RECORDS PROVIDED START

def _years(values: ir.FloatingColumn) -> ir.TimestampColumn:
    low, high = YEAR_RANGE
    whole = values.notnull() & ~is_nan(values) & (values == values.floor())
    year = whole & values.between(low, high)
    stamp = ibis.date(values.cast(dt.int64), 1, 1).cast(dt.timestamp)
    return ibis.ifelse(year, stamp, ibis.null(dt.timestamp))


def check_time_column(table: ir.Table, name: str, label: str, key: str = "time") -> None:
    """Refuse a time column of the wrong type, or one where no value reads as a date.

    ``key`` is the config key that names the column (``time``, ``window.column``, ``where``).
    """
    kind = table.schema()[name]
    if not (kind.is_temporal() or kind.is_string() or kind.is_numeric()):
        raise DataError(
            f"{label}: column '{name}' named by '{key}' holds {kind}, not dates; name a date, "
            "timestamp or year column."
        )
    column = table[name]
    found = table.aggregate(
        present=column.count(),
        parsed=time_values(table, name).count(),
        example=column.cast(dt.string).min(),
    )
    row = found.to_pyarrow().to_pylist()[0]
    if int(row["present"] or 0) == 0:
        raise DataError(
            f"{label}: column '{name}' named by '{key}' is empty in every row; check the export."
        )
    if int(row["parsed"] or 0) == 0:
        low, high = YEAR_RANGE
        raise DataError(
            f"{label}: column '{name}' named by '{key}' has no value that reads as a date (one value "
            f"is {row['example']!r}); write dates as 2024-03-31 or 2024-03-31 14:05, or years as "
            f"whole numbers from {low} to {high}, or name another column in '{key}'."
        )


# Text that means "no value" in a numeric column: pandas' default na_values (the
# read_csv documentation), compared in lower case, without "nan" and "-nan": those
# parse as NaN and are counted, like "inf", as values that are not finite.
MISSING_MARKERS = (
    "",
    "#n/a",
    "#n/a n/a",
    "#na",
    "-1.#ind",
    "-1.#qnan",
    "1.#ind",
    "1.#qnan",
    "<na>",
    "n/a",
    "na",
    "none",
    "null",
)


def numeric(table: ir.Table, name: str) -> ir.FloatingColumn:
    """A numeric column as float64, with NaN and infinities treated as missing.

    A text column (a CSV column with "NA" among its first rows reads as text)
    is parsed here: "inf", "-inf", "NaN" become infinities and NaN, and so missing;
    missing markers such as "NA" and anything else that is no number become missing.
    """
    column = table[name]
    text = column.type().is_string()
    column = try_float(column.strip()) if text else column.cast(dt.float64)
    return ibis.ifelse(is_nan(column) | column.isinf(), ibis.null(dt.float64), column)


def is_missing(table: ir.Table, name: str) -> ir.BooleanColumn:
    """True where a cell holds no value: empty, or a text missing marker such as "NA"."""
    column = table[name]
    if column.type().is_string():
        return column.isnull() | column.strip().lower().isin(list(MISSING_MARKERS))
    return column.isnull()
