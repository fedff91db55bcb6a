"""The virtual bench device running the generated C driver (firmware in the loop).

:class:`FirmwareDevice` has the interface :class:`~coildrive.bench.emulator.Emulator`
serves (``receive``, ``read``, ``log``, ``next_due``, ``busy``, ``shutdown``), like
:class:`~coildrive.bench.device.VirtualDevice`; in place of that device's built-in
firmware behaviour it calls the compiled driver and stream encoder (a shared library
built by :func:`coildrive.codegen.host_build.build_firmware`, loaded with ctypes):

* every PWM period the driver's ADC handler gets a conversion (the current at the middle
  of the on-time with the sense under the switch, at the middle of the period in the
  coil path; the supply through the board's divider) and sets the switch, the compare and
  the bypass; every scheduler tick its tick handler runs; the main loop switches it on
  every ``period`` s and off after the peak and ``hold_time``;
* between conversions the coil is the same RL model the design uses (closed-form rise
  and freewheel segments of :mod:`coildrive.model.rl` with the loop of
  :mod:`coildrive.model.circuit`; faults as :func:`coildrive.bench.synth.faulty_drive`),
  read through the same ADC chain and noise as the built-in device;
* every ADC sample (the board's sample rate) goes to the C encoder, whose frames are the
  bytes on the line, paced at the line rate. The device's clock waits for the line while
  more than :data:`LINE_AHEAD` s of bytes are queued: where a board would stream faster
  than its link carries, the emulated one runs slower than real time and loses nothing.

Host commands are decoded by the C encoder and answered through it: START (the main
loop switches on, and off after the peak and the hold asked), STOP, QUERY_INFO; the SET_
commands answer OUT_OF_RANGE with the value in force (the compiled driver has its
settings built in). Until the first command the device actuates by itself.

With an ``[armature]`` the current while the switch is held fully on from rest is the
design's armature model (the pull-in with its dip; on a drooping bus with the bulk
capacitor, whose voltage the supply conversions then read); from the end of that peak on, the
seated coil's RL model (the motional EMF of the armature opening in the release is left
out). On a full bridge the pull-in runs on the bridge's drive path (Q1 + Q4), the seated
hold on its slow decay and the release on its fast decay, as without an armature -- but on
a drooping bus (``supply.source_resistance``) the release rides the bus as the design's
does: from the moment the driver opens all four (a PWM hold's conversion, a current-mode
hold's tick), the armature's run into the bus
(:func:`coildrive.model.armature_bus_release.release`, recorded; the seated coil at the
magnetising current there, or the pull-in run's state where the peak is cut, the bus at the
supply; an eddy term too), its terminal current sensed and its bus read by the supply
conversions until the run ends (the armature on the open stop, the current stopped) or the
driver switches on again; after it, the RL model again.

With a boosted peak (``[supply] boost``) the driver's boost switch (its ``port_boost``
hook) puts the boost capacitor on the coil: while it is on, the current is the series RLC
closed form of :mod:`coildrive.model.boost` (the design's physics) from the current and
the capacitor's voltage at its switch-on; from the conversion that turns it off, the
main supply's RL rise. The capacitor starts charged to the boost's nominal voltage and
between peaks recharges at ``boost_power`` (:func:`coildrive.model.boost.recharge_voltage`);
the main supply's diode taking over below the bus is left out (the design's
``boost_droop`` check keeps the capacitor above it). On a flux-linkage curve the boost's
run is :mod:`coildrive.model.flux_boost`'s, stepped from the current and the capacitor's
voltage at its switch-on. With an ``[armature]`` on the boosted peak the armature is flown
as the driver switches (:mod:`coildrive.bench.boost_flight`: the boost, the threshold's
conversion, the hold's PWM edges) until it rests on the seat, then the seated coil's closed
form; on a drooping main supply the flight carries the main bus from the hand-over (the
converter's draw out of the source), which the supply conversions read until the seat; with
an eddy term the conversions read the flight's terminal current; on a full bridge the
release into the bus then runs with the converter's draw out of the source too.

A full bridge's mixed-decay hold (``hold.fast_fraction``): each off-time decays through
the fast path (all four open) up to the timer count the driver gives through its
``port_fast_end`` hook, then through the slow path.

A current-mode hold: the host port records the
thresholds the driver arms and the off-time one-shot it starts; in the hold the device
steps the comparator with the coil, event by event (:meth:`FirmwareDevice._step_current`),
and calls the driver's threshold and off-timer handlers. The driver opens the switch in
the tick that reports OFF (docs/firmware.md). With an eddy term the state is the
magnetising current (the segments of :mod:`coildrive.model.eddy`) and the comparator
sees the terminal current, which steps at each edge by ``(V + V_off) / (R + R_e)``. On a
full bridge the handlers switch the masks, not the enable: Q1 + Q4 on, Q2 + Q4 off (the
slow decay); the release (all four open) decays fast from the moment the outputs go off.
With mixed decay (the fixed off-time) each off-time's fast part has all four open with the
outputs enabled (the fast path), until the one-shot's first expiry closes Q2 + Q4.
With an ``[armature]`` the peak is the armature model's pull-in as above and the hold's
segments are those of the seated coil.
"""

from __future__ import annotations

import ctypes
import dataclasses
import math
from pathlib import Path

import numpy as np

from ..model import boost as boost_model
from ..model import eddy
from ..model.circuit import full_bridge, loop
from ..model.eddy import EddyCoil
from ..model.rl import decay_current, decay_time, rise_current, rise_time
from .messages import Opcode, Reply, ReplyStatus
from .device import BITS_PER_BYTE, DeviceOptions, DeviceStats, LineOutput, LogEntry
from .synth import adc_scaling, faulty_drive, operating_point

#: Seconds of bytes that may wait for the line before the device's clock waits.
LINE_AHEAD = 0.02
#: Longest device time stepped in one call, s (keeps the emulator's loop responsive).
MAX_STEP = 0.01
STATE_OFF = 0
STATE_PEAK = 1
STATE_HOLD = 2
STATE_FAULT = 4
STATE_NAMES = ("off", "peak", "hold", "release", "fault")
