def design(drive: Drive, samples: int = 0, seed: int = 1) -> Design:
    """The Design of a closed-loop hold (see the module docstring)."""
    if samples > 0:
        raise InputError("--samples", "", "the Monte Carlo covers the fixed and supply-table holds "
                         "only (this drive has hold.regulation = \"closed_loop\")")
    if drive.pull_in.compensate:
        raise InputError(drive.source, "pull_in.compensate", "a supply-compensated peak is designed "
                         "for the fixed and supply-table holds; leave it out with regulation = "
                         "\"closed_loop\"")
    board = drive.board
    timer = timer_for(drive)
    f = timer.frequency_hz
    period = timer.period_ticks
    switch_leg = board.sense.position == "switch"
    cpa = codes_per_amp(drive)
    lsb = 1.0 / cpa
    gt = board.sense.gain_tolerance
    setpoint = max(1, math.ceil(drive.hold.current * reading_range(1.0 + board.sense.resistance_tolerance, gt)[1] * cpa - 1e-9))
    floor = min(MIN_ON_TIME_S * f, MAX_DUTY) if switch_leg else 0.0
    min_compare = math.ceil(floor * period - 1e-9)
    floor = min_compare / period
    max_compare = math.floor(MAX_DUTY * period + 1e-9)

    tol = tolerances(drive)
    heat = heating_grid(drive, tol)
    hf = {"diode_factor": heat.tol.diode_factor, "fast_factor": heat.tol.fast_factor,
          "sense_factor": heat.tol.sense_factor}

    def solve(code: int, peak_time: float):
        """Everything that follows from set-point ``code``: the coil heats under the most
        current the loop runs (the channel reading low, one code up) at every supply x
        ambient x tolerance corner -- after a long hold, or with an on/off cycle and a heat
        capacity the hottest over the cycle, each actuation a peak of ``peak_time`` s, the
        regulated hold and the release; the envelope at those hottest coils; the duties of
        the weakest and the strongest hold at each corner."""
        strong_h = (code + 1) * lsb / reading_range(heat.tol.sense_factor, gt)[0]
        pts = HeatPoints(heat.supply, heat.ambient, heat.tol.r_factor, heat.tol.l_factor, hf,
                         heat.label,
                         lambda lph: regulated_duty(drive, lph, strong_h, f, switch_leg, floor)[2])
        heat_power = pts.power(drive)
        temps = pts.temperature(drive, peak_time)
        hot, where = hottest(heat, temps, len(tol))
        hot = np.maximum(hot, drive.ambient.max)
        env = envelope(drive, tol, hot)
        lp = loop(drive, env.supply, np.where(np.isfinite(env.coil_temp), env.coil_temp,
                                              drive.thermal.max_coil_temp),
                  env.r_factor, env.l_factor, **env.factors())
        rd_low, rd_high = reading_range(env.sense_factor, gt)
        d_weak, run_low, ss_low = regulated_duty(drive, lp, code * lsb / rd_high, f, switch_leg, floor)
        d_strong, run_high, _ = regulated_duty(drive, lp, (code + 1) * lsb / rd_low, f, switch_leg, floor)
        return temps, where, hot, env, lp, d_weak, d_strong, run_low, run_high, heat_power, ss_low, pts

    # The sample is not the mean (the ripple's curvature; in the coil path the middle of
    # the period may fall in the off-time): the set-point goes up a code at a time until
    # the weakest hold's mean meets the hold current (the loop cannot hold it where it
    # saturates: that corner fails its own check).
    # With an on/off cycle the peak heats the coil too: the set-point and the peak are
    # solved again with the peak's length until it no longer grows (as in voltage mode).
    full = 2**board.adc.bits - 1
    first_setpoint = setpoint
    heat_peak = 0.0
    for _ in range(MAX_PEAK_ROUNDS):
        setpoint, got = _lowest_code(first_setpoint, full - 1, lambda c: solve(c, heat_peak),
                                     lambda g: bool(np.any(np.isfinite(g[5])
                                                           & (g[10].mean < drive.hold.current))))
        (temps, where, hot, env, lp, d_weak, d_strong, run_low, run_high, heat_power, ss_low,
         pts) = got
        at = dict(coil_temp=env.coil_temp, factors=env.factors())
        first = evaluate(drive, env.supply, env.ambient, env.r_factor, env.l_factor, run_low, f, 0.0, **at)
        # each hold starts from the most duty the loop settles at anywhere: the current comes
        # down onto the set-point from above after the peak, never from below
        preload = min(max_compare, max(min_compare, math.ceil(float(np.max(run_high)) * period - 1e-9)))
        saturated = np.isnan(d_weak) | np.isnan(d_strong) | (d_weak <= floor + 1e-12) & (floor > 0)
        loop_result = _loop(drive, env, lp, first, run_low, f, period, setpoint, lsb, min_compare,
                            max_compare, saturated, switch_leg, preload)
        if drive.supply.boosted and first.armature is not None:
            # an armature still in flight when the boosted peak ends: the loop's own duties
            # (its integer PI from the preload, the chain reading high; with an eddy term
            # on the terminal current its conversions read) carry it on
            from .boost_armature import loop_pull_in
            first = loop_pull_in(drive, first, loop_result, period,
                                 reading_range(env.sense_factor, gt)[1], switch_leg)
        pk = plan_peak(drive, env, first)
        # the longest real peak: the ticks and the driver's switch lead
        longer = 0.0 if pk.ticks is None else pk.ticks / board.tick.rate + switch_lag(drive)[1]
        if not cycling(drive) or longer <= heat_peak:
            break
        heat_peak = longer
    short, long_ = pk.short_time, pk.long_time
    res_low = evaluate(drive, env.supply, env.ambient, env.r_factor, env.l_factor, run_low, f,
                       short, reuse=first, **at)
    # (its hold starts from the preload: the first on-time after the peak at that duty)
    res = evaluate(drive, env.supply, env.ambient, env.r_factor, env.l_factor, run_high, f,
                   long_, first_duty=preload / period, **at)
    res = boosted_points(drive, res)   # a boosted peak's highest end current and turn-off
    loss = _losses(drive, res, f)
    corners = corners_of(env, res_low, loss, high=res, duty=run_high, drive=drive)

    # nominal: nominal parts, the channel reading true, the coil at its own settled heat
    nom_grid = nominal_point(drive)
    mid_a = (setpoint + 0.5) * lsb

    def nom_power(temp):
        lpn = loop(drive, nom_grid.supply, temp, nom_grid.r_factor, nom_grid.l_factor)
        return regulated_duty(drive, lpn, mid_a, f, switch_leg, floor)[2].rms**2 * lpn.r_coil
    nom_temp = settle_temperature(nom_grid.ambient, drive.thermal.resistance, nom_power)
    nom_lp = loop(drive, nom_grid.supply, np.where(np.isfinite(nom_temp), nom_temp, drive.thermal.max_coil_temp),
                  nom_grid.r_factor, nom_grid.l_factor)
    nom_duty = regulated_duty(drive, nom_lp, mid_a, f, switch_leg, floor)[1]
    peak_time = 0.0 if pk.ticks is None else pk.ticks / board.tick.rate
    nom = evaluate(drive, nom_grid.supply, nom_grid.ambient, nom_grid.r_factor, nom_grid.l_factor,
                   nom_duty, f, peak_time, coil_temp=nom_temp)
    nominal = corners_of(nom_grid, nom, _losses(drive, nom, f), duty=nom_duty, drive=drive)[0]
    nominal = dataclasses.replace(nominal, label="nominal: " + nominal.label)

    k_hot = int(np.argmax(np.where(np.isfinite(hot), hot, np.inf)))
    k_heat = int(where[k_hot])
    spread = hold_spread(env, res_low)
    k_max = worst(res.hold.mean)
    heat_p = float(heat_power(np.atleast_1d(np.where(np.isfinite(temps), temps,
                                                     drive.thermal.max_coil_temp)))[k_heat])
    spread.update(max_mean_current_a=float(res.hold.mean[k_max]), max_corner=env.label(k_max),
                  ripple_a=float(max(np.max(res.hold.ripple), np.max(res_low.hold.ripple))),
                  coil_power_w=heat_p, coil_temp_c=float(hot[k_hot]),
                  hottest_corner=heat.label(k_heat) + (
                      f", the hottest over the on/off cycle {hot[k_hot]:.4g} degC" if cycling(drive)
                      else f", settles at {hot[k_hot]:.4g} degC"),
                  discontinuous_corners=int(np.sum(res_low.hold.dcm | res.hold.dcm)),
                  coil_power_corner=heat.label(k_heat))
    hold = HoldResult(
        mode=drive.hold.mode, current_a=drive.hold.current, frequency_hz=f,
        duty=float(np.max(run_high)), compare_ticks=preload,
        current_step_a=loop_result.smallest_step_a, **spread, **loss_figures(drive, env, loss),
        split_decay_saving=None, regulation="closed_loop", closed_loop=loop_result)
    thresholds = adc_thresholds(drive, res, res_low, hold.min_mean_current_a, env)
    peak_end = np.asarray(res.peak_end_current, float)
    offs = boosted_turn_offs(drive, env, res, turn_offs(drive, env, res, peak_end, thresholds.trip_current_a))
    release = release_result(drive, env, res, offs)
    topo = topology_result(drive, env, res, peak_end, thresholds.trip_current_a)
    release = pumped_release(release, topo)
    # a full bridge on the drooping bus: every turn-off's fast decay into it, from the
    # regulated hold's own top (the envelope has the cold coil and the hot)
    release, bridge_bus = bridge_release(drive, env, res, release, long_, peak_end, thresholds.trip_current_a)
    pull_in = pull_in_result(drive, env, res, pk, shortest_peak_current(drive, res_low, short))
    timer_result = TimerResult(clock_hz=board.timer.clock, bits=board.timer.bits,
                               prescaler=timer.prescaler, period_ticks=period, compare_ticks=preload,
                               frequency_hz=f, target_hz=drive.hold.frequency,
                               frequency_error=timer.error)
    checks = base_checks(drive, env, res_low, pull_in, hold, release, timer_result, thresholds, timer,
                         plan_reachable=not bool(np.any(np.isnan(d_weak))), high=res)
    checks += loop_checks(drive, loop_result, thresholds, period)
    split = _split_result(drive, timer, min_compare if switch_leg else
                          math.floor(float(np.min(run_low)) * period + 1e-9)) if split_decay(drive) else None
    arm, more, notes = closing_checks(drive, env, res_low, hold, loss, release, split)
    checks += more
    notes += topology_cautions(drive, topo)
    checks += bridge_checks(drive, topo)
    thermal = cycle_result(drive, pts, heat_peak, release.turn_offs, hold.freewheel_power_w,
                           hold.freewheel_elements_w)
    checks += thermal_checks(drive, pull_in.peak_time_s, thermal)
    if thermal is not None and thermal.cycle is not None:
        notes[2] = cycle_caution(thermal)   # the envelope's hot coil is the cycle's
    notes += thermal_cautions(thermal)
    sup = drooping_bus(drive, env, res, long_, run_high, thresholds, bridge_bus, preload / period)
    checks += supply_checks(sup) + bridge_bus_checks(drive, sup)
    boost, boost_rows, boost_notes = boost_outputs(drive, env, res_low, board.tick.rate)
    checks += boost_rows
    notes += boost_notes
    points = plot_points(drive, pk, env, nom, res_low, f)
    return Design(drive=drive, pull_in=pull_in, hold=hold, release=release, timer=timer_result,
                  adc=thresholds, duty_table=DutyTable([], [], []), corners=corners, nominal=nominal,
                  checks=checks, cautions=notes, monte_carlo=None, input_hash=drive.input_hash(),
                  worst_corner_index=pk.k_pull, armature=arm, split_decay=split,
                  actuation_points=points, peak_table=None, topology=topo, thermal_cycle=thermal, supply=sup,
                  boost=boost,
                  rise_check=rise_check(drive, env, res, f), seat_check=seat_check(drive, env, res_low),
                  eddy=eddy_result(drive, env, res, long_, peak_end))
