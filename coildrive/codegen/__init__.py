"""C code generation from Jinja2 templates in ``codegen_templates/``.

Generators are pure functions (model in, text out); only the CLI writes files.
"""
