"""The firmware header: a Design rendered as C constants through a Jinja2 template.

:class:`HeaderView` wraps a :class:`~coildrive.design.Design` and adds only C concerns
(names, integer types, literal suffixes); the template is
``codegen_templates/drive_header.h.j2``. :func:`generate_header` is pure: Design in,
text out.
"""

from __future__ import annotations

import dataclasses
import math
import re
from dataclasses import dataclass

from ..design.peak import allowance_words
from ..design.result import Design
from ..errors import InputError
from ..resources import data_dir

_IDENT = re.compile(r"^[A-Za-z_][A-Za-z0-9_]*$")


@dataclass(frozen=True)
class Constant:
    """One ``#define``: C name, integer value, what it is."""

    name: str
    value: int
    comment: str

    @property
    def literal(self) -> str:
        """Integer literal with a suffix: ``U`` when it fits 16 bits, else ``UL``."""
        if self.value < 0:
            raise ValueError(f"{self.name} is negative")
        return f"{self.value}U" if self.value <= 0xFFFF else f"{self.value}UL"


def c_uint_type(max_value: int) -> str:
    """Smallest of uint8_t/uint16_t/uint32_t that holds ``max_value``."""
    if max_value <= 0xFF:
        return "uint8_t"
    if max_value <= 0xFFFF:
        return "uint16_t"
    return "uint32_t"


def check_prefix(prefix: str) -> str:
    """A C identifier prefix, or :class:`InputError` naming ``--prefix``."""
    if not _IDENT.match(prefix):
        raise InputError("--prefix", "", f"{prefix!r} is not a C identifier, expected e.g. VALVE1")
    return prefix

RECORDS PROVIDED END

• **PROBLEM DETAILS**: What is needed is an exact copy of the line containing "def c_uint_type(max_value: int)" and each line after it, through the final line of the entries above.

• **TASK SOLUTION**:
def c_uint_type(max_value: int) -> str:
    """Smallest of uint8_t/uint16_t/uint32_t that holds ``max_value``."""
    if max_value <= 0xFF:
        return "uint8_t"
    if max_value <= 0xFFFF:
        return "uint16_t"
    return "uint32_t"


def check_prefix(prefix: str) -> str:
    """A C identifier prefix, or :class:`InputError` naming ``--prefix``."""
    if not _IDENT.match(prefix):
        raise InputError("--prefix", "", f"{prefix!r} is not a C identifier, expected e.g. VALVE1")
    return prefix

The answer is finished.